(Dataset excerpts)

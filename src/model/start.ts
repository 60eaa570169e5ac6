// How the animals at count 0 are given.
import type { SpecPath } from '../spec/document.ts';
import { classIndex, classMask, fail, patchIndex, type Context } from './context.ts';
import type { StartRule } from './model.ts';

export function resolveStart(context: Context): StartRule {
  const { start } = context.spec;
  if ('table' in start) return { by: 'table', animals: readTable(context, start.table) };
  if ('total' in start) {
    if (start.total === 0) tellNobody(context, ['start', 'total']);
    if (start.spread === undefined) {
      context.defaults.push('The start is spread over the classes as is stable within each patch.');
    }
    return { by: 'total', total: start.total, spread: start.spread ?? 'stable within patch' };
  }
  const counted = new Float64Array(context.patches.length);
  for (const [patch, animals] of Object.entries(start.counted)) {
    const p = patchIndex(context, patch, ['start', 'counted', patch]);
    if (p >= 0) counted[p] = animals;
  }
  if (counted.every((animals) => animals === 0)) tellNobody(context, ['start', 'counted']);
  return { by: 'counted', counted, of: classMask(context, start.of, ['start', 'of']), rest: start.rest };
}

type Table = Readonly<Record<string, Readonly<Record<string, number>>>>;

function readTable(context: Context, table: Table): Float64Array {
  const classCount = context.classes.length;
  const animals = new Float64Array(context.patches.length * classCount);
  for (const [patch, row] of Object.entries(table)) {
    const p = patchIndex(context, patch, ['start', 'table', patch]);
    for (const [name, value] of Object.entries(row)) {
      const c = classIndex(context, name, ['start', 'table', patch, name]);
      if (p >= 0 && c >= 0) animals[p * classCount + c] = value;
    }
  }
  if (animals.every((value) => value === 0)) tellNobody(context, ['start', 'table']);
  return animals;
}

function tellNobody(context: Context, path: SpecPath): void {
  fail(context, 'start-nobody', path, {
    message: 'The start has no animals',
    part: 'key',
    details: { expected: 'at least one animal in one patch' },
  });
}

==

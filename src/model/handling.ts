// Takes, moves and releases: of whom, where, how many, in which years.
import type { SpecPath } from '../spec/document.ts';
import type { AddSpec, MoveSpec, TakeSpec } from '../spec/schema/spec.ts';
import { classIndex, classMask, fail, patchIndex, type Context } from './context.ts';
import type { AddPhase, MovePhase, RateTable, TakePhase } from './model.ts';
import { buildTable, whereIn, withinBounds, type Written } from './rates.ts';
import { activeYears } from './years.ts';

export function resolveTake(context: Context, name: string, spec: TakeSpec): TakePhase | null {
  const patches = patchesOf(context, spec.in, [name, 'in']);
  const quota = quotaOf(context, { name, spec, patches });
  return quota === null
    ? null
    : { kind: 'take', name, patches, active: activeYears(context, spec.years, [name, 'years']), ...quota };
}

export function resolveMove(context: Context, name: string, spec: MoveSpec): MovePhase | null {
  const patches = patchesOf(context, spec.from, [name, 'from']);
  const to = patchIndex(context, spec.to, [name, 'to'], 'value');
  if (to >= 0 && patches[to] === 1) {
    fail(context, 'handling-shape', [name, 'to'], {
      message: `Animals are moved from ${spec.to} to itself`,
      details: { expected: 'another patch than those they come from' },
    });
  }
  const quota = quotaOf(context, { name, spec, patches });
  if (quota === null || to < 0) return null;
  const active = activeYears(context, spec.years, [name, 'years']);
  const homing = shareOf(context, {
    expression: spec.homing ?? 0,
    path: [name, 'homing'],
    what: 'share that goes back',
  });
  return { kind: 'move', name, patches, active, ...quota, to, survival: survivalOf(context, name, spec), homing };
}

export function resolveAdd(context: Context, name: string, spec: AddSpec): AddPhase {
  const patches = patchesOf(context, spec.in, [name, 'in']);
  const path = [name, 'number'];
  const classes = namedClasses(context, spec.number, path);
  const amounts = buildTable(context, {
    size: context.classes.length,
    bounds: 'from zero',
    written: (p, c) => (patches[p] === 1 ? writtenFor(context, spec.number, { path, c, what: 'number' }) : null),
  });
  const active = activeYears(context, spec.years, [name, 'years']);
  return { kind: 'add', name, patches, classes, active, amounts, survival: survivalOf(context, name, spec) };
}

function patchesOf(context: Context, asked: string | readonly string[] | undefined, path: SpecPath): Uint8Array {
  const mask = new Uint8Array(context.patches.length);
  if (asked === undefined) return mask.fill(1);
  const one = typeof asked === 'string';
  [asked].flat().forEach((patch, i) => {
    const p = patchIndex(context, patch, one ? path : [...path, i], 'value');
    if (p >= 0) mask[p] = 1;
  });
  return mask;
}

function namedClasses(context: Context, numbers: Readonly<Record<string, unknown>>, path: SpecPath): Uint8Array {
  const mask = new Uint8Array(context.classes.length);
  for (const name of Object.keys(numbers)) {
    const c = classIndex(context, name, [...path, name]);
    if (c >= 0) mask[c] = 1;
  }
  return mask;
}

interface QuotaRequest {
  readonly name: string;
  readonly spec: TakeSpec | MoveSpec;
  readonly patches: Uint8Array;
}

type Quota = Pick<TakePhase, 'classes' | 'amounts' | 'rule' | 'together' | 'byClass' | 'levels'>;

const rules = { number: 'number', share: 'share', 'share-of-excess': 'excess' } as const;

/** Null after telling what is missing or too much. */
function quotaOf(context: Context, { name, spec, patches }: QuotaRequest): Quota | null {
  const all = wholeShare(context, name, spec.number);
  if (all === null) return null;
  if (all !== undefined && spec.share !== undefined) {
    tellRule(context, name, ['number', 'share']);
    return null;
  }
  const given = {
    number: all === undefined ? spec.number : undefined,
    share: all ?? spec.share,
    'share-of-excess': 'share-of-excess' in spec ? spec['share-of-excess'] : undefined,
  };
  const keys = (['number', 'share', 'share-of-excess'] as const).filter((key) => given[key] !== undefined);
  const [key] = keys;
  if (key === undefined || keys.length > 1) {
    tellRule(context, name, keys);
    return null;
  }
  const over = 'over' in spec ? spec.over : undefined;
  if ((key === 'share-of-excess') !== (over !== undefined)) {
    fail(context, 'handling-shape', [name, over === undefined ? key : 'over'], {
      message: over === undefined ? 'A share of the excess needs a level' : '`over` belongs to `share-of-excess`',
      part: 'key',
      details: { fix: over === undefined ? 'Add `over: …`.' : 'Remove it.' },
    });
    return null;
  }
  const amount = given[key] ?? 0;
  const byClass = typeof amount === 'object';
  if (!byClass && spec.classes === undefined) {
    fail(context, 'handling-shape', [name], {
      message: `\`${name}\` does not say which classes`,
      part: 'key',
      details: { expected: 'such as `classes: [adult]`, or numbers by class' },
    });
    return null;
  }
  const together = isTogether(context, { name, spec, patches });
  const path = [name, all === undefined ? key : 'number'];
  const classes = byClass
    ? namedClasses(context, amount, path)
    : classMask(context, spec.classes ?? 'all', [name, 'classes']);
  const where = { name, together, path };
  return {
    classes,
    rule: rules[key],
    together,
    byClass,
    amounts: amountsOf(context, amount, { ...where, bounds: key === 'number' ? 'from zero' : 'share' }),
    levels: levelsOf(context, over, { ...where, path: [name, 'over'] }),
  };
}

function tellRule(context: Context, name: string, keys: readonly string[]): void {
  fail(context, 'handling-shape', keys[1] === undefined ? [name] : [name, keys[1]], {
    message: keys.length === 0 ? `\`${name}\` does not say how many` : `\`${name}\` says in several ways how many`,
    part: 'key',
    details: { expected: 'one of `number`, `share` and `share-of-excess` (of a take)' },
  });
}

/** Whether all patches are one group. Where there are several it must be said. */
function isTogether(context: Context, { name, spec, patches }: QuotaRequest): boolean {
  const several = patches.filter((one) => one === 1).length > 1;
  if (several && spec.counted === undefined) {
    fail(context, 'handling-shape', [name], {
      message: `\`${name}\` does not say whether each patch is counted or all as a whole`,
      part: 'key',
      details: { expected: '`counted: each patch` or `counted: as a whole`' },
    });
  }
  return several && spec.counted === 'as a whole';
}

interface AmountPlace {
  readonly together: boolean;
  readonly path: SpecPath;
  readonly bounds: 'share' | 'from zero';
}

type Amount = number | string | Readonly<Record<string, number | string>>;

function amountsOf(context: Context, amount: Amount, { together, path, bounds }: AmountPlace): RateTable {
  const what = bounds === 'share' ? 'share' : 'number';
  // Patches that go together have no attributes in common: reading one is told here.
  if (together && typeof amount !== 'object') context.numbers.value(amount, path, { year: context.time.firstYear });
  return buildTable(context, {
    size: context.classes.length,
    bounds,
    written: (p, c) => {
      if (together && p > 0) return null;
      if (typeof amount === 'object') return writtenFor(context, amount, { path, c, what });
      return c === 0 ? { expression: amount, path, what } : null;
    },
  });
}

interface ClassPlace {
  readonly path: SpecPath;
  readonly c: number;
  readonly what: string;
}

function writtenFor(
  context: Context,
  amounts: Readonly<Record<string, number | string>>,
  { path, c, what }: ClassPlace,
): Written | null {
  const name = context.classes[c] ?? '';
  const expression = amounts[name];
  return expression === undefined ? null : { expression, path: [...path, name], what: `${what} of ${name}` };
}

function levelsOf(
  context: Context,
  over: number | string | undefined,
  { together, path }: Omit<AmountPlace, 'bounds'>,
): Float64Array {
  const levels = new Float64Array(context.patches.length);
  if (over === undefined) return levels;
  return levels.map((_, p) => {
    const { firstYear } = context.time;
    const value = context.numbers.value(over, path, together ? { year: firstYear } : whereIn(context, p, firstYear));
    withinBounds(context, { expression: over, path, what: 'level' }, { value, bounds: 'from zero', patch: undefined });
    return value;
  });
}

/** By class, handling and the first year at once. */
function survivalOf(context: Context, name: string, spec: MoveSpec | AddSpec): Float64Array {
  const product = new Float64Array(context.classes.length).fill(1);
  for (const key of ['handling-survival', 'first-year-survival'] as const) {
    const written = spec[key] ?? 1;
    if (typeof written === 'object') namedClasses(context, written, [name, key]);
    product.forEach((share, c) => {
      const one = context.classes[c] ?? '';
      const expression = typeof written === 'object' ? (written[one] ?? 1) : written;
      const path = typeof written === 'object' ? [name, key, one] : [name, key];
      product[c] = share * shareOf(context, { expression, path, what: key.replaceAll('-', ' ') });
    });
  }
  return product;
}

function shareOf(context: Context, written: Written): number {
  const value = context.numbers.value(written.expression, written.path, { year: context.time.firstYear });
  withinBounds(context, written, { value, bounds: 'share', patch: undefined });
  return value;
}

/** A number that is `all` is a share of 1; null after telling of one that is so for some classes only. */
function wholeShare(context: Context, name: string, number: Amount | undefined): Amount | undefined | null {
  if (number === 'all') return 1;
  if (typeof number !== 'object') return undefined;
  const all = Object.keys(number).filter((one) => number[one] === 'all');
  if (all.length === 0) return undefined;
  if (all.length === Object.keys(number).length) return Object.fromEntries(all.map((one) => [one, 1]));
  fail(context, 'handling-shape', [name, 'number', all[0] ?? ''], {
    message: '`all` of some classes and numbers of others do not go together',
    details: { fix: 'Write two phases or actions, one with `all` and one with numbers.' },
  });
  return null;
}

### Exercise prompt:
Starting at the line that contains "filename src/model/start.ts" and stopping after the line that contains "if ('total' in", write out every line exactly as it appears above, and no other line.

### Answer for the task:
filename src/model/start.ts
repository 60eaa570169e5ac6
// How the animals at count 0 are given.
import type { SpecPath } from '../spec/document.ts';
import { classIndex, classMask, fail, patchIndex, type Context } from './context.ts';
import type { StartRule } from './model.ts';

export function resolveStart(context: Context): StartRule {
  const { start } = context.spec;
  if ('table' in start) return { by: 'table', animals: readTable(context, start.table) };
  if ('total' in start) {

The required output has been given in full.